Explanations [55,71,72] produced from deep learning systems are mostly statistical and helpful to understand how it produces the output, and the additional use of domain information helps to enhance [19] the explanation. [49] used an ontology-based deep learning model which predicts human behaviour via Restrictricted Boltzman Machines [61] and produces explanations of the output using domain ontologies. In the domain of transfer learning to explain which features are beneficial and which are not for the transfer, [11] used domain knowledge to enhance the explanation.
[73] shows the use of semantic annotations to label objects in the hidden layers of popular CNN architectures. Labels ranging from colors, materials, textures, parts, objects and scenes help to get a better understanding of hidden parts of the deep network. Although the labels are not semantically structured, this shows that background knowledge can help to improve explainability.
[57] provides a feasibility study on how domain ontologies together with description logic based concept induction [37,56] can be used to explain input output behaviour of trained deep neural networks.
Although the explanation produced solely using statistical techniques is beneficial, it is far from being a trustable explanation [35,40]. The main limitation of statistical methods is that it does not take domain knowledge or general background knowledge into account when making the output. A combined effort to use statistical techniques with semantic web technologies should be helpful to provide trustable explanations. An overview of using knowledge graphs to enhance explanation, and possible limitations of this, is described in [35].
Other systems for deductive reasoning using deep learning
The Neural Theorem Prover (NTP) [53] is an extension of the Prolog language in which strict atom unification is replaced with similarity of atoms in an embedded space; while originally NTP suffered from scalability issues, due to the complexity of the approach, there is evidence that proof-path selection strategies can reduce the complexity impact [45].
DeepProbLog [42] is a programming language that combines a probabilistic logic with neural networks, thus offering a framework that combines the strengths from both approaches.
Logic Tensor Networks [58] (LTNs) combine deep neural networks and first order fuzzy logic. Elements of the logic language are embedded in a vector space (e.g., constants are represented as vectors while predicates are neural tensor networks [62] that have been used on simple reasoning tasks [8,62]). LTNs can be trained over both facts and rules and after training they can be used to make novel logical inferences over data. LTNs have been applied to semantic image interpretation tasks [18] but they have also been shown to have some computational limitations [5].
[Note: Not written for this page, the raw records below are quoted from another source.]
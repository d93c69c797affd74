//! Loader's saddle-point building blocks: the Stirling remainder and the deviance term.
//!
//! Loader (2000), "Fast and accurate computation of binomial probabilities" (technical
//! report; the method behind R's dbinom/dpois): ln P of binomial and Poisson terms without
//! the cancellation of ln-factorial differences, accurate to ~1e-15 absolute for any n.

use statrs::function::factorial::ln_factorial;
use statrs::function::gamma::ln_gamma;

/// ln of the binomial probability C(n, x) p^x q^(n-x), q = 1 - p given separately, by
/// Loader's saddle-point expansion (Loader 2000; the form R's dbinom uses).
pub(crate) fn ln_dbinom(x: u64, n: u64, p: f64, q: f64) -> f64 {
    if n == 0 {
        return if x == 0 { 0.0 } else { f64::NEG_INFINITY };
    }
    let nf = n as f64;
    if x == 0 {
        return if p < 0.1 {
            -bd0(nf, nf * q) - nf * p
        } else {
            nf * q.ln()
        };
    }
    if x == n {
        return if q < 0.1 {
            -bd0(nf, nf * p) - nf * q
        } else {
            nf * p.ln()
        };
    }
    let xf = x as f64;
    let yf = (n - x) as f64;
    let lc = stirlerr(n) - stirlerr(x) - stirlerr(n - x) - bd0(xf, nf * p) - bd0(yf, nf * q);
    let lf = (2.0 * std::f64::consts::PI).ln() + xf.ln() + (-xf / nf).ln_1p();
    lc - 0.5 * lf
}

/// The error of Stirling's formula, ln(n!) - ((n + 1/2) ln n - n + ln sqrt(2 pi)).
fn stirlerr(n: u64) -> f64 {
    if n <= 15 {
        let nf = n as f64;
        return ln_factorial(n) - ((nf + 0.5) * nf.ln() - nf + LN_SQRT_2PI);
    }
    stirling_series(n as f64)
}

/// [`stirlerr`] for a real argument n > 0.
pub(crate) fn stirlerr_real(n: f64) -> f64 {
    if n <= 15.0 {
        // Half-integers (a = df/2 of the chi-square) come from a table made once.
        let twice = 2.0 * n;
        if twice.fract() == 0.0 && twice >= 1.0 {
            return half_integer_table()[twice as usize - 1];
        }
        return stirlerr_direct(n);
    }
    stirling_series(n)
}

/// ln Gamma(n + 1) - ((n + 1/2) ln n - n + ln sqrt(2 pi)), for small n.
fn stirlerr_direct(n: f64) -> f64 {
    let twice = 2.0 * n;
    let ln_fact = if n.fract() == 0.0 {
        ln_factorial(n as u64)
    } else if twice.fract() == 0.0 {
        // Gamma(k + 3/2) = (2k+2)! sqrt(pi) / (4^(k+1) (k+1)!), exact factorials for small k.
        let k = (n - 0.5) as u64;
        ln_factorial(2 * k + 2) + 0.5 * std::f64::consts::PI.ln()
            - (k + 1) as f64 * 4f64.ln()
            - ln_factorial(k + 1)
    } else {
        ln_gamma(n + 1.0)
    };
    ln_fact - ((n + 0.5) * n.ln() - n + LN_SQRT_2PI)
}

/// stirlerr(m / 2) for m = 1..=30.
fn half_integer_table() -> &'static [f64; 30] {
    static TABLE: std::sync::OnceLock<[f64; 30]> = std::sync::OnceLock::new();
    TABLE.get_or_init(|| {
        let mut t = [0.0; 30];
        for (i, v) in t.iter_mut().enumerate() {
            *v = stirlerr_direct((i + 1) as f64 / 2.0);
        }
        t
    })
}

/// ln sqrt(2 pi).
const LN_SQRT_2PI: f64 = 0.918_938_533_204_672_8;

/// The Stirling series for stirlerr(n), n > 15.
fn stirling_series(nf: f64) -> f64 {
    // Stirling's series, coefficients B_2k / (2k (2k - 1)).
    const S0: f64 = 1.0 / 12.0;
    const S1: f64 = 1.0 / 360.0;
    const S2: f64 = 1.0 / 1260.0;
    const S3: f64 = 1.0 / 1680.0;
    const S4: f64 = 1.0 / 1188.0;
    let nn = nf * nf;
    if nf > 500.0 {
        (S0 - S1 / nn) / nf
    } else if nf > 80.0 {
        (S0 - (S1 - S2 / nn) / nn) / nf
    } else if nf > 35.0 {
        (S0 - (S1 - (S2 - S3 / nn) / nn) / nn) / nf
    } else {
        (S0 - (S1 - (S2 - (S3 - S4 / nn) / nn) / nn) / nn) / nf
    }
}

/// The deviance term x ln(x / m) + m - x, computed without cancellation when x is near m.
pub(crate) fn bd0(x: f64, m: f64) -> f64 {
    if (x - m).abs() < 0.1 * (x + m) {
        let mut v = (x - m) / (x + m);
        let mut s = (x - m) * v;
        let mut ej = 2.0 * x * v;
        v *= v;
        for j in 1..1000 {
            ej *= v;
            let s1 = s + ej / (2 * j + 1) as f64;
            if s1 == s {
                return s1;
            }
            s = s1;
        }
        s
    } else {
        x * (x / m).ln() + m - x
    }
}

/// ln of the Poisson-type term y^a e^(-y) / Gamma(a + 1) for real a > 0, y > 0, by
/// Loader's form -bd0(a, y) - ln sqrt(2 pi a) - stirlerr(a).
pub(crate) fn ln_dpois(a: f64, y: f64) -> f64 {
    -bd0(a, y) - 0.5 * (2.0 * std::f64::consts::PI * a).ln() - stirlerr_real(a)
}

#[cfg(test)]
mod tests {
    use super::*;

    #[test]
    fn stirlerr_matches_its_definition() {
        // The direct difference is only exact enough for small n (ln Gamma(n + 1) grows).
        for n in [1u64, 5, 15, 16, 25, 40] {
            let nf = n as f64;
            let direct = ln_gamma(nf + 1.0) - ((nf + 0.5) * nf.ln() - nf + LN_SQRT_2PI);
            assert!((stirlerr(n) - direct).abs() < 1e-13, "n = {n}");
            assert!((stirlerr_real(nf) - direct).abs() < 1e-13, "n = {n}");
        }
    }

    #[test]
    fn half_integer_stirlerr_rebuilds_ln_gamma() {
        // ln Gamma(n + 1), mpmath 1.3.0 loggamma at mp.dps = 30 (statrs' ln_gamma is off by
        // up to 4e-14 here, which is why half-integers use exact factorials).
        for (n, lg) in [
            (0.5, -0.120_782_237_635_245_22),
            (5.5, 5.662_562_059_857_142),
            (10.5, 16.292_000_476_567_241),
            (14.5, 26.536_914_491_115_614),
        ] {
            let big = (n + 0.5) * f64::ln(n);
            let rebuilt = stirlerr_real(n) + big - n + LN_SQRT_2PI;
            // The rebuild itself rounds at the scale of its largest term.
            let tol = 4.0 * f64::EPSILON * (1.0 + big + n);
            assert!((rebuilt - lg).abs() < tol, "n = {n}: {rebuilt} vs {lg}");
        }
    }

    #[test]
    fn dpois_matches_the_direct_formula_where_that_is_accurate() {
        for (a, y) in [(0.5, 0.3), (2.0, 3.0), (10.5, 9.0), (50.0, 70.0)] {
            let direct = a * f64::ln(y) - y - ln_gamma(a + 1.0);
            assert!((ln_dpois(a, y) - direct).abs() < 1e-13, "a {a} y {y}");
        }
    }
}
PossibleWorldNet [21] is a variant of Tree Neural Networks (TreeNN) which has been successfully used for conducting entailment over propositional logic formulas. To evaluate whether A entails B, the PossibleWorldNet generates a set of “possible worlds,” and then evaluates A and B in each of those worlds. Their results show the clear advantage of using this model compared to sequence-to-sequence models which would capture the structure implicitly.
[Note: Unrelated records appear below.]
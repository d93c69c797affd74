//! The Faddeeva function w(z) = exp(-z^2) erfc(-iz) in the closed upper half-plane, by
//! Weideman's rational expansion (Weideman 1994, "Computation of the complex error
//! function", SIAM J. Numer. Anal. 31(5), with N = 40 terms). Used for the ANOM integral and
//! for the chi-square upper tail on 1 df, erfc(x) = exp(-x^2) w(ix).

use std::f64::consts::{PI, SQRT_2};
use std::sync::OnceLock;

/// A complex number (only what w needs).
#[derive(Debug, Clone, Copy, PartialEq)]
pub(crate) struct Complex {
    /// Real part.
    pub(crate) re: f64,
    /// Imaginary part.
    pub(crate) im: f64,
}

impl Complex {
    fn mul(self, o: Complex) -> Complex {
        Complex {
            re: self.re * o.re - self.im * o.im,
            im: self.re * o.im + self.im * o.re,
        }
    }
    fn div(self, o: Complex) -> Complex {
        let d = o.re * o.re + o.im * o.im;
        Complex {
            re: (self.re * o.re + self.im * o.im) / d,
            im: (self.im * o.re - self.re * o.im) / d,
        }
    }
    fn add(self, o: Complex) -> Complex {
        Complex {
            re: self.re + o.re,
            im: self.im + o.im,
        }
    }
    fn scale(self, s: f64) -> Complex {
        Complex {
            re: self.re * s,
            im: self.im * s,
        }
    }
}

/// Terms of Weideman's rational expansion.
const WEIDEMAN_N: usize = 40;

struct Weideman {
    l: f64,
    a: [f64; WEIDEMAN_N],
}

fn weideman() -> &'static Weideman {
    static W: OnceLock<Weideman> = OnceLock::new();
    W.get_or_init(|| {
        let n = WEIDEMAN_N;
        let m = 2 * n;
        let l = (n as f64 / SQRT_2).sqrt();
        // f_j = exp(-t_j^2)(L^2 + t_j^2), t_j = L tan(theta_j / 2), theta_j = j pi / M,
        // j = -M+1..M-1 (f_{-M} = 0); a_n = (1/2M) sum_j f_j cos(pi j n / M).
        let f = |j: i64| -> f64 {
            let theta = j as f64 * PI / m as f64;
            let t = l * (0.5 * theta).tan();
            (-t * t).exp() * (l * l + t * t)
        };
        let mut a = [0.0; WEIDEMAN_N];
        for (idx, coef) in a.iter_mut().enumerate() {
            let nn = (idx + 1) as f64;
            let mut s = 0.0;
            for j in -(m as i64) + 1..m as i64 {
                s += f(j) * (PI * j as f64 * nn / m as f64).cos();
            }
            *coef = s / (2 * m) as f64;
        }
        Weideman { l, a }
    })
}

/// The Faddeeva function w(z) = exp(-z^2) erfc(-iz) for Im z >= 0 (Weideman 1994).
pub(crate) fn faddeeva(z: Complex) -> Complex {
    let wd = weideman();
    // L - iz and L + iz.
    let lmiz = Complex {
        re: wd.l + z.im,
        im: -z.re,
    };
    let lpiz = Complex {
        re: wd.l - z.im,
        im: z.re,
    };
    let zz = lpiz.div(lmiz);
    let mut p = Complex { re: 0.0, im: 0.0 };
    for &coef in wd.a.iter().rev() {
        p = p.mul(zz).add(Complex { re: coef, im: 0.0 });
    }
    let one = Complex { re: 1.0, im: 0.0 };
    let inv = one.div(lmiz);
    p.scale(2.0)
        .mul(inv)
        .mul(inv)
        .add(inv.scale(1.0 / PI.sqrt()))
}

#[cfg(test)]
mod tests {
    use super::*;

    #[test]
    fn faddeeva_matches_mpmath_in_the_upper_half_plane() {
        // w(z) = exp(-z^2) erfc(-iz), mpmath 1.3.0 at mp.dps = 30
        // (tools/reference/unit_values.py).
        for &(re, im, wre, wim) in MPMATH_W {
            let w = faddeeva(Complex { re, im });
            let mag = (wre * wre + wim * wim).sqrt();
            assert!(
                (w.re - wre).abs() < 2e-14 * mag.max(1e-3)
                    && (w.im - wim).abs() < 2e-14 * mag.max(1e-3),
                "w({re} + {im}i) = {w:?}, mpmath {wre} + {wim}i"
            );
        }
    }

    const MPMATH_W: &[(f64, f64, f64, f64)] = &[
        (0.0, 0.9, 0.456_531_651_323_117, 0.0),
        (0.3, 1.2, 0.368_411_993_279_006_74, 0.064_510_182_212_013_66),
        (1.0, 1.0, 0.304_744_205_256_912_6, 0.208_218_938_202_831_63),
        (2.5, 1.5, 0.111_233_459_562_558_27, 0.163_236_747_198_041_84),
        (
            5.0,
            2.0,
            0.040_643_676_333_494_374,
            0.097_987_311_156_571_92,
        ),
        (12.0, 1.1, 0.004_318_279_722_953_304, 0.046_780_734_180_966),
        (
            40.0,
            3.0,
            0.001_052_913_171_037_076,
            0.014_030_109_053_444_45,
        ),
        (
            150.0,
            0.95,
            2.382_197_056_332_168e-5,
            0.003_761_196_596_993_549,
        ),
        (0.0, 3.5, 0.155_293_655_608_894_3, 0.0),
        (
            7.0,
            0.5,
            0.005_910_424_131_058_674,
            0.081_011_438_857_947_81,
        ),
    ];
}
Neural multi-hop reasoners [15,70] deal with more complex reasoning on large knowledge bases where multi-hop inference is required. They combine the rich multi-hop inference of the symbolic logical reasoning paradigm with the generalization capabilities of attention-based recurrent neural networks.
Conclusion
In the wake of deep learning, neural-symbolic approaches are receiving renewed attention. We have laid out promises of neural-symbolic integration research for the Semantic Web field, and vice versa. It appears to be reasonable to expect that the corresponding lines of research will receive growing attention in forthcoming years. E.g., several articles in this issue point into similar directions [13,35,38].